(Stored items)
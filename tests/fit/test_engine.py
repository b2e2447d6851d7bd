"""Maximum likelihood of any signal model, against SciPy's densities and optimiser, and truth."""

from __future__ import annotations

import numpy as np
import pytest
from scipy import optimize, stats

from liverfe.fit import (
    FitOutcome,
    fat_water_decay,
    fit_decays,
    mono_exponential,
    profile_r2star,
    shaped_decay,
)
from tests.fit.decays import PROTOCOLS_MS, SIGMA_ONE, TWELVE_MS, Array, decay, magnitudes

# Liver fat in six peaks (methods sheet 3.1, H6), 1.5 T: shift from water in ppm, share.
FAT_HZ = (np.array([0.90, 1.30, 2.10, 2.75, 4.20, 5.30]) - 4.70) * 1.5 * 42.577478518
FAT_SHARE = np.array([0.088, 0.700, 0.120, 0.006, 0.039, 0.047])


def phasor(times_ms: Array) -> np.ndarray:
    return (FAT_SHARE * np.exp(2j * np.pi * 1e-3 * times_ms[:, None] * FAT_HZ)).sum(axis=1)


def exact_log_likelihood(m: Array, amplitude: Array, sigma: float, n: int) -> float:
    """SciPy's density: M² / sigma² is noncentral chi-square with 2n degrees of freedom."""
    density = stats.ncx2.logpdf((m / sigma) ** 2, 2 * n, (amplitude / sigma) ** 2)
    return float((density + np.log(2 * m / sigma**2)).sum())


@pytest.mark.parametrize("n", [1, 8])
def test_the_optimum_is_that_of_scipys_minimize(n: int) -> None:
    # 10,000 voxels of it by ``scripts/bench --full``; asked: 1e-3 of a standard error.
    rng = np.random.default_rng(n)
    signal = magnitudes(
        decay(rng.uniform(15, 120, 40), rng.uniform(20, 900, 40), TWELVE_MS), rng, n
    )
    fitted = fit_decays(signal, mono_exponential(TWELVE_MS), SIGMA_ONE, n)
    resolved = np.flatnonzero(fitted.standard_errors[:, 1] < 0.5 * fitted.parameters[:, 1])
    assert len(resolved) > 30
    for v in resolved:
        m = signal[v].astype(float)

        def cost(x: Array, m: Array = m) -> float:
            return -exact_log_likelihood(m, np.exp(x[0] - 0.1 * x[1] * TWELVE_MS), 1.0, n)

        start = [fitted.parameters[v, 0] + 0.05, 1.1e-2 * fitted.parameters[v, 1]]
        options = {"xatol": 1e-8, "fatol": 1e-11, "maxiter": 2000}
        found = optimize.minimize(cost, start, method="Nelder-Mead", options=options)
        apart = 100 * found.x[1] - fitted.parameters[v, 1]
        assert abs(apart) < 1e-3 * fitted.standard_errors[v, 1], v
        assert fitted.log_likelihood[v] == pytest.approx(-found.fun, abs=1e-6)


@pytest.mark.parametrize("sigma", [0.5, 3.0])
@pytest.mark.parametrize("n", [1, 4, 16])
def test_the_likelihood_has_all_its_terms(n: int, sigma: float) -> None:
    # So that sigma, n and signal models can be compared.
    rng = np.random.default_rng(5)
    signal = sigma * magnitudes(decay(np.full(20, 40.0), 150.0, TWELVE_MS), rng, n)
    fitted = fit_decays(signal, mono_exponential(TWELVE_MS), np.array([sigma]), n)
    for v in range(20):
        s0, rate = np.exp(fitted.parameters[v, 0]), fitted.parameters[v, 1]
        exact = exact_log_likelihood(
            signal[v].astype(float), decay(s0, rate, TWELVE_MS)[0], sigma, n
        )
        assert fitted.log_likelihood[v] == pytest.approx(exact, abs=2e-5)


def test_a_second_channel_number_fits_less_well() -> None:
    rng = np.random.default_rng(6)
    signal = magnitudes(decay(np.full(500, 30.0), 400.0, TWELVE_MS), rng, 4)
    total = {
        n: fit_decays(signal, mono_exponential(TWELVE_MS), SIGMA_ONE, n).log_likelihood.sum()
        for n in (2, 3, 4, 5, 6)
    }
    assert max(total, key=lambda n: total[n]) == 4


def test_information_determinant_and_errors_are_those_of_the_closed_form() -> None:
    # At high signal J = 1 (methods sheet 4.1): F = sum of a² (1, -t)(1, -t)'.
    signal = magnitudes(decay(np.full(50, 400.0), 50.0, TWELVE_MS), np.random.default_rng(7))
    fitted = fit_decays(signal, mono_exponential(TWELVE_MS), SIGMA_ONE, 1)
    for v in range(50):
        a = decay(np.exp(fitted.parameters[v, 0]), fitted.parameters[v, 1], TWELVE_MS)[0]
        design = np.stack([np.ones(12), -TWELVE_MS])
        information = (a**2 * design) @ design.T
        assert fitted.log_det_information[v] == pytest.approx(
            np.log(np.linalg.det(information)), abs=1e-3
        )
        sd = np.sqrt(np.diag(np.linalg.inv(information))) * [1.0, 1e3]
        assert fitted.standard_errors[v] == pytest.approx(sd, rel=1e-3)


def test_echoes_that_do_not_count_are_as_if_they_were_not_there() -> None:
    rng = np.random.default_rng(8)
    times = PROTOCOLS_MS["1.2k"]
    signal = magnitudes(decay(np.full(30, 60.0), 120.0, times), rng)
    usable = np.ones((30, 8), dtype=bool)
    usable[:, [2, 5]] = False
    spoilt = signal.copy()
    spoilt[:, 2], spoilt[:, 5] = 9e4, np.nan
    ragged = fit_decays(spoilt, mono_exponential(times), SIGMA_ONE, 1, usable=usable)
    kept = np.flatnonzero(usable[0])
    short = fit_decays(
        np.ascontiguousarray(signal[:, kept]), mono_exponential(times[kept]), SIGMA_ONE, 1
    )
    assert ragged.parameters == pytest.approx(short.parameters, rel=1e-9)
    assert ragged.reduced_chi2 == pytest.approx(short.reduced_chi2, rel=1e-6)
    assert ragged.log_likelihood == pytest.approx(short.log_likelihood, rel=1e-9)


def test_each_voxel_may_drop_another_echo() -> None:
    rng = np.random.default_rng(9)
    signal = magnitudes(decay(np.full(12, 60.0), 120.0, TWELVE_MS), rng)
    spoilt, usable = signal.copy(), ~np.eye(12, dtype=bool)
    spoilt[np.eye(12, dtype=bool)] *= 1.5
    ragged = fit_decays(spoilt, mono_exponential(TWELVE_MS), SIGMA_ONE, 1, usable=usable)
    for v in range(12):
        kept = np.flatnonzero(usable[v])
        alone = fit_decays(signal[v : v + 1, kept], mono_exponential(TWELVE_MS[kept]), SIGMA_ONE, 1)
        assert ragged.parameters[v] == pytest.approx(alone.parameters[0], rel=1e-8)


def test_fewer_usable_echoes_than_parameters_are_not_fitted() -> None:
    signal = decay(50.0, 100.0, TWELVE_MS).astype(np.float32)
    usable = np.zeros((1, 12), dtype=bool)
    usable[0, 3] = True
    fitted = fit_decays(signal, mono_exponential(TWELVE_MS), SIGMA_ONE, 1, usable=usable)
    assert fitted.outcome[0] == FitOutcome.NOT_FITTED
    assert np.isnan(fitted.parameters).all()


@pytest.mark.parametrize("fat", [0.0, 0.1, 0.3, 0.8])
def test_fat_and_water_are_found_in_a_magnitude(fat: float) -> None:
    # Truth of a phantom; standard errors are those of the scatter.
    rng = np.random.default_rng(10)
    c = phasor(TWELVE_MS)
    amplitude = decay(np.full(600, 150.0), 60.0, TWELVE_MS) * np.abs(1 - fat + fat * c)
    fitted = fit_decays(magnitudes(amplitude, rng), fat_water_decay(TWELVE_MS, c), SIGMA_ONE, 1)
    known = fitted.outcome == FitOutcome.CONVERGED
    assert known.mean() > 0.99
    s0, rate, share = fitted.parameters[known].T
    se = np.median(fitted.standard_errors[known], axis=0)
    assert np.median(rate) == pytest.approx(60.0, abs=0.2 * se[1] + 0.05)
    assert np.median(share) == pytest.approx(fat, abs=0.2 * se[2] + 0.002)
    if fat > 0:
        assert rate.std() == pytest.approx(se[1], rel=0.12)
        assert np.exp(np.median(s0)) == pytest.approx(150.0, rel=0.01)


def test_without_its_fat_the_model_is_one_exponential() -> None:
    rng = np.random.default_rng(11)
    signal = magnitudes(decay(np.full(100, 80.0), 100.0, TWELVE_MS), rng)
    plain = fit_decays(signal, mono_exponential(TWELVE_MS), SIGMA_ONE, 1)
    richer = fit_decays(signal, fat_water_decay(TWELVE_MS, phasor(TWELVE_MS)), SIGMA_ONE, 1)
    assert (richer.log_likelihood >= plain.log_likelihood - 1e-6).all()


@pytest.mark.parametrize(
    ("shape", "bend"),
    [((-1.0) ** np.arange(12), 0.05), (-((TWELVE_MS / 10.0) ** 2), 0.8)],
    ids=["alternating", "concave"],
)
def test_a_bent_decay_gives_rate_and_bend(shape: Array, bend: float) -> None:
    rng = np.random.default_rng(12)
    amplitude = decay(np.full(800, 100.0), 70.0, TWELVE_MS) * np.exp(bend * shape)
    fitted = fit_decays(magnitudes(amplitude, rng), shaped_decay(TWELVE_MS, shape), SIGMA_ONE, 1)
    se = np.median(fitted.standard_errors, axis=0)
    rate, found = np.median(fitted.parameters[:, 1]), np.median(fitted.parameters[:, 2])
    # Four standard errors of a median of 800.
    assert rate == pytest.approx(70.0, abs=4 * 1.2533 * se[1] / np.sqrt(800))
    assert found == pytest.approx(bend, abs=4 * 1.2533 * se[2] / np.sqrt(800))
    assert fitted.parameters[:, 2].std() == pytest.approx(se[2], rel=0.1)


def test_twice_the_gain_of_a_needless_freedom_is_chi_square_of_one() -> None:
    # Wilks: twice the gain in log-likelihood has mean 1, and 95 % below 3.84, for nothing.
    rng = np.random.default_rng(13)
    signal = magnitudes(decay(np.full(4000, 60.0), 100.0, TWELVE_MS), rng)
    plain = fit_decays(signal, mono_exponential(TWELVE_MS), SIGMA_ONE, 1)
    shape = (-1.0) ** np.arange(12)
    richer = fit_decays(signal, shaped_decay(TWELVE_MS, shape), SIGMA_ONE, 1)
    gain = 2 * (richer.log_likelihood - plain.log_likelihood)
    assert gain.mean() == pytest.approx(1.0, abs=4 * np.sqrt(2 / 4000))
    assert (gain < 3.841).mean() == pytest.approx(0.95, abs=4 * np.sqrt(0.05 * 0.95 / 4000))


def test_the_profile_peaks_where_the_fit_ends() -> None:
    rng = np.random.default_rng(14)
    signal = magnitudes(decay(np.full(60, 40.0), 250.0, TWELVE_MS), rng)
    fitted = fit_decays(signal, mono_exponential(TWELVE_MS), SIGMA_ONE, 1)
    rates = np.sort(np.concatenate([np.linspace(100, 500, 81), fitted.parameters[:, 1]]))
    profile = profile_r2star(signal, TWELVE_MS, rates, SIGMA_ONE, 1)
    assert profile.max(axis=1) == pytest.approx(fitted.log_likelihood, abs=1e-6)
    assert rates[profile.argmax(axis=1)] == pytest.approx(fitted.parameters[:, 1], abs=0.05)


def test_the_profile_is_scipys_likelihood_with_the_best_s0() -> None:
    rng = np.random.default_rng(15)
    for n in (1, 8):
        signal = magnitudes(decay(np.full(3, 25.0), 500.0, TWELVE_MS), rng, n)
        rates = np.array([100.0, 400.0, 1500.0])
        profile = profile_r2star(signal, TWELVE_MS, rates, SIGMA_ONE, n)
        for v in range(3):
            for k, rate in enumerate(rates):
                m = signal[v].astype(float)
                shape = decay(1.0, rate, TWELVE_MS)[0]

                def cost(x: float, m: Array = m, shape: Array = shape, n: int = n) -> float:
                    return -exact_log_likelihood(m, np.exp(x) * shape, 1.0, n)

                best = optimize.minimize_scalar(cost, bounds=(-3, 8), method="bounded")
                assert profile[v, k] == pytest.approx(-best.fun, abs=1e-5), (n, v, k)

**EXERCISE PROMPT**
Beginning at the line with "rng = np.random.default_rng(9)" and stopping after the line with "kept = np.flatnonzero(usable[v])", please write out every line of the data above exactly and nothing else.

**ANSWER BELOW**
    rng = np.random.default_rng(9)
    signal = magnitudes(decay(np.full(12, 60.0), 120.0, TWELVE_MS), rng)
    spoilt, usable = signal.copy(), ~np.eye(12, dtype=bool)
    spoilt[np.eye(12, dtype=bool)] *= 1.5
    ragged = fit_decays(spoilt, mono_exponential(TWELVE_MS), SIGMA_ONE, 1, usable=usable)
    for v in range(12):
        kept = np.flatnonzero(usable[v])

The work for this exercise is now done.